# Playing a solo electric show in Downtown Toronto on Wednesday



## Sunny1433 (Nov 23, 2018)

Hey everyone! 

I wanted to share that I'll be playing a solo show at Bar Cathedral (54 The Esplanade, Toronto) on Wednesday, starting around 9:30pm. It's gonna be a fun hour or so of originals and covers and I'm really looking forward to gigging my new stereo (well dual mono actually) set up for the first time! Cathedral is a cool spot and they even have a great open mic on Mondays. Definitely worth checking out. Anyway, hope to see and meet some forum members there 

My set up 










The details


----------



## laristotle (Aug 29, 2019)

Have fun.


----------



## Sunny1433 (Nov 23, 2018)

laristotle said:


> Have fun.


Thank you! 😄


----------



## laristotle (Aug 29, 2019)

Post some vids afterwards?


----------



## Sunny1433 (Nov 23, 2018)

laristotle said:


> Post some vids afterwards?


Will definitely get some videos


----------



## silvertonebetty (Jan 4, 2015)

Are you going live on Instagram for the hour ?


----------



## Sunny1433 (Nov 23, 2018)

silvertonebetty said:


> Are you going live on Instagram for the hour ?


 I'm planning on taking my DSLR to get some footage and yeah, also go live on Instagram for however long my battery can manage haha

Thank you for asking


----------



## silvertonebetty (Jan 4, 2015)

Sunny1433 said:


> I'm planning on taking my DSLR to get some footage and yeah, also go live on Instagram for however long my battery can manage haha
> 
> Thank you for asking


I’m going to have to charge the laptop and connect it to the tv and sound system


----------



## laristotle (Aug 29, 2019)

Sunny1433 said:


> however long my battery can manage


I use a battery pack with my Zoom Q2N video recorder.
Can last for hours.


----------



## Sunny1433 (Nov 23, 2018)

laristotle said:


> I use a battery pack with my Zoom Q2N video recorder.
> Can last for hours.
> View attachment 380348


Oh yeah, I used to have one of those!
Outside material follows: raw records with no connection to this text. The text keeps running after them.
#[pymethods]
impl Recipe {
    /// Read and check a recipe file, exactly as `retake run` does.
    #[staticmethod]
    fn load(py: Python<'_>, path: PathBuf) -> PyResult<Self> {
        let text = retake::input_file::read_to_string(&path).map_err(|e| {
            let e = retake::recipe::RecipeError {
                path: path.clone(),
                line: None,
                field: String::new(),
                step: None,
                message: format!("cannot read: {e}"),
            };
            recipe_error(py, &e)
        })?;
        Recipe::parse(py, path, text)
    }

    /// Check a recipe given as TOML text. Relative paths in it (noise banks, responses)
    /// resolve against `folder` (the current folder when not given); messages name `name`.
    #[staticmethod]
    #[pyo3(signature = (text, folder = None, name = "<string>"))]
    fn from_toml(
        py: Python<'_>,
        text: String,
        folder: Option<PathBuf>,
        name: &str,
    ) -> PyResult<Self> {
        let path = folder.unwrap_or_else(|| PathBuf::from(".")).join(name);
        Recipe::parse(py, path, text)
    }

    /// Pickling carries the text and path; the plan is checked again where it lands.
    fn __reduce__(slf: &Bound<'_, Self>) -> PyResult<(Py<PyAny>, (String, PathBuf))> {
        let restore = slf.getattr("_restore")?.unbind();
        let r = slf.get();
        Ok((restore, (r.text.clone(), r.path.clone())))
    }

    #[staticmethod]
    fn _restore(py: Python<'_>, text: String, path: PathBuf) -> PyResult<Self> {
        Recipe::parse(py, path, text)
    }

    /// The run's seed.
    #[getter]
    fn seed(&self) -> u64 {
        self.plan.seed
    }
    /// Takes per clip in one run (take 0 included).
    #[getter]
    fn takes(&self) -> u32 {
        self.plan.takes
    }
    /// Output sample rate in Hz.
    #[getter]
    fn rate(&self) -> u32 {
        self.plan.rate
    }
    /// Whether take 0 is the source, only resampled.
    #[getter]
    fn keep_source(&self) -> bool {
        self.plan.keep_source
    }
    /// A name of the output-format table ("pcm16", "pcm24", "float32", "flac16",
    /// "flac24"): what `Take.write` writes by default.
    #[getter]
    fn format(&self) -> &'static str {
        format_name(self.plan.format)
    }
    /// The steps' names, in order.
    #[getter]
    fn steps(&self) -> Vec<&'static str> {
        self.plan.steps.iter().map(|s| s.step.name()).collect()
    }
    /// Things worth knowing that do not stop a run.
    #[getter]
    fn warnings(&self) -> Vec<String> {
        self.plan.warnings.clone()
    }
    /// The recipe file (or `folder/<name>` for a recipe given as text).
    #[getter]
    fn path(&self) -> PathBuf {
        self.path.clone()
    }

    /// Take `k` of a clip given as samples (mono, any float dtype) at `rate` Hz, with its
    /// labels as `lines` (the manifest's schema) or an untimed `text`.
    #[pyo3(signature = (samples, rate, clip_id, lines = None, text = None, k = 0))]
    #[allow(clippy::too_many_arguments)] // Python's keyword arguments, one per field.
    fn make_take(
        &self,
        py: Python<'_>,
        samples: PyArrayLike1<'_, f32, AllowTypeChange>,
        rate: u32,
        clip_id: String,
        lines: Option<Bound<'_, PyAny>>,
        text: Option<String>,
        k: u32,
    ) -> PyResult<PyTake> {
        let record = PyDict::new(py);
        record.set_item("id", &clip_id)?;
        record.set_item("audio", "<samples>")?;
        if let Some(lines) = lines {
            record.set_item("lines", lines)?;
        }
        if let Some(text) = text {
            record.set_item("text", text)?;
        }
        let clip = clip_from(py, record.as_any())?;
        let samples = samples.as_slice()?.to_vec();
        let plan = self.plan.clone();
        let made = py.detach(move || {
            let source =
                take::source_of(&plan, &clip, Audio { rate, samples }, "<samples>".as_ref())?;
            take::make_take(&plan, &clip, &source.base, k, rate, &file_stem(&clip.id))
        });
        let made = made.map_err(|e| clip_error(py, None, &clip_id, &e))?;
        PyTake::new(py, made, k, self.plan.format)
    }

    /// Take `k` of a manifest record (a dict, as `read_manifest` gives): its audio is
    /// decoded by the same decoder `retake run` uses. A relative `audio` path resolves
    /// against `base` (the current folder when not given).
    #[pyo3(signature = (record, k = 0, base = None))]
    fn take_of(
        &self,
        py: Python<'_>,
        record: &Bound<'_, PyAny>,
        k: u32,
        base: Option<PathBuf>,
    ) -> PyResult<PyTake> {
        let clip = clip_from(py, record)?;
        let path = base.unwrap_or_default().join(&clip.audio);
        let plan = self.plan.clone();
        let id = clip.id.clone();
        let made = py.detach(move || take_from_file(&plan, &clip, &path, k));
        let made = made.map_err(|e| clip_error(py, None, &id, &e))?;
        PyTake::new(py, made, k, self.plan.format)
    }
}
But I sold it since my partner's dad gave us his spare DSLR as a present  Those are super handy recorders though. I'm thinking I might do a vlog like video of the gig.


----------



## Robert1950 (Jan 21, 2006)

I see the Airline is leading a FAR better life then when I had it


----------



## greco (Jul 15, 2007)

ENJOY your gig!


----------



## Sunny1433 (Nov 23, 2018)

Robert1950 said:


> I see the Airline is leading a FAR better life then when I had it


Thank you so much! I'm ready loving it and it's been such an awesome songwriting tool in baritone tuning 😄


----------



## Sunny1433 (Nov 23, 2018)

greco said:


> ENJOY your gig!


Thank you! 😁


----------



## StratCat (Dec 30, 2013)

Best of luck. I’ll bet some interesting sonic landscapes are forthcoming looking at that cool collection of pedals. I’ll check out the videos when you post them.


----------



## Sunny1433 (Nov 23, 2018)

StratCat said:


> Best of luck. I’ll bet some interesting sonic landscapes are forthcoming looking at that cool collection of pedals. I’ll check out the videos when you post them.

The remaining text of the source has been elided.